### [Work order]
Reproduce all of the data word for word.

### [Provided material]
------------------------------------

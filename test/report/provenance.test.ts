import { describe, expect, it } from 'vitest';
import { commandText, provenance, provenanceLines } from '../../src/report/provenance.js';

const facts = {
  version: '9.9.9',
  now: new Date(Date.UTC(2026, 0, 2, 3, 4, 5)),
  command: ['check', 'my design.yaml', '--set', 'clock.frequency=40MHz'],
  inputs: [
    { role: 'design', path: 'my design.yaml', sha256: 'a'.repeat(64) },
    { role: 'process card', path: 'card.yaml', sha256: 'b'.repeat(64) },
  ] as const,
  model: 'table',
};

describe('provenance', () => {
  it('records the date from the given clock in ISO 8601 UTC, and no simulator or error band unless given', () => {
    const p = provenance(facts);
    expect(p).toEqual({
      tool: 'phasegap',
      version: '9.9.9',
      date: '2026-01-02T03:04:05.000Z',
      command: facts.command,
      inputs: facts.inputs,
      model: { name: 'table', errorBand: null },
      simulator: null,
    });
  });

  it('commandText quotes words a shell would split', () => {
    expect(commandText(provenance(facts))).toBe("phasegap check 'my design.yaml' --set clock.frequency=40MHz");
  });

  it('provenanceLines gives version and date, command, each input with its hash, the model and the simulator', () => {
    const p = provenance({ ...facts, simulator: 'ngspice-42', errorBand: { relative: 0.042, source: 'confirm at 45 corners' } });
    expect(provenanceLines(p)).toEqual([
      'phasegap 9.9.9, 2026-01-02T03:04:05.000Z',
      "command: phasegap check 'my design.yaml' --set clock.frequency=40MHz",
      `design: my design.yaml sha256 ${'a'.repeat(64)}`,
      `process card: card.yaml sha256 ${'b'.repeat(64)}`,
      'delay model: table, measured error within 4.2 % (confirm at 45 corners)',
      'simulator: ngspice-42',
    ]);
    expect(provenanceLines(provenance(facts))[4]).toBe('delay model: table, error band not measured');
  });
});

------------------------------------

### [Task result]
filename test/report/provenance.test.ts
import { describe, expect, it } from 'vitest';
import { commandText, provenance, provenanceLines } from '../../src/report/provenance.js';

const facts = {
  version: '9.9.9',
  now: new Date(Date.UTC(2026, 0, 2, 3, 4, 5)),
  command: ['check', 'my design.yaml', '--set', 'clock.frequency=40MHz'],
  inputs: [
    { role: 'design', path: 'my design.yaml', sha256: 'a'.repeat(64) },
    { role: 'process card', path: 'card.yaml', sha256: 'b'.repeat(64) },
  ] as const,
  model: 'table',
};

describe('provenance', () => {
  it('records the date from the given clock in ISO 8601 UTC, and no simulator or error band unless given', () => {
    const p = provenance(facts);
    expect(p).toEqual({
      tool: 'phasegap',
      version: '9.9.9',
      date: '2026-01-02T03:04:05.000Z',
      command: facts.command,
      inputs: facts.inputs,
      model: { name: 'table', errorBand: null },
      simulator: null,
    });
  });

  it('commandText quotes words a shell would split', () => {
    expect(commandText(provenance(facts))).toBe("phasegap check 'my design.yaml' --set clock.frequency=40MHz");
  });

  it('provenanceLines gives version and date, command, each input with its hash, the model and the simulator', () => {
    const p = provenance({ ...facts, simulator: 'ngspice-42', errorBand: { relative: 0.042, source: 'confirm at 45 corners' } });
    expect(provenanceLines(p)).toEqual([
      'phasegap 9.9.9, 2026-01-02T03:04:05.000Z',
      "command: phasegap check 'my design.yaml' --set clock.frequency=40MHz",
      `design: my design.yaml sha256 ${'a'.repeat(64)}`,
      `process card: card.yaml sha256 ${'b'.repeat(64)}`,
      'delay model: table, measured error within 4.2 % (confirm at 45 corners)',
      'simulator: ngspice-42',
    ]);
    expect(provenanceLines(provenance(facts))[4]).toBe('delay model: table, error band not measured');
  });
});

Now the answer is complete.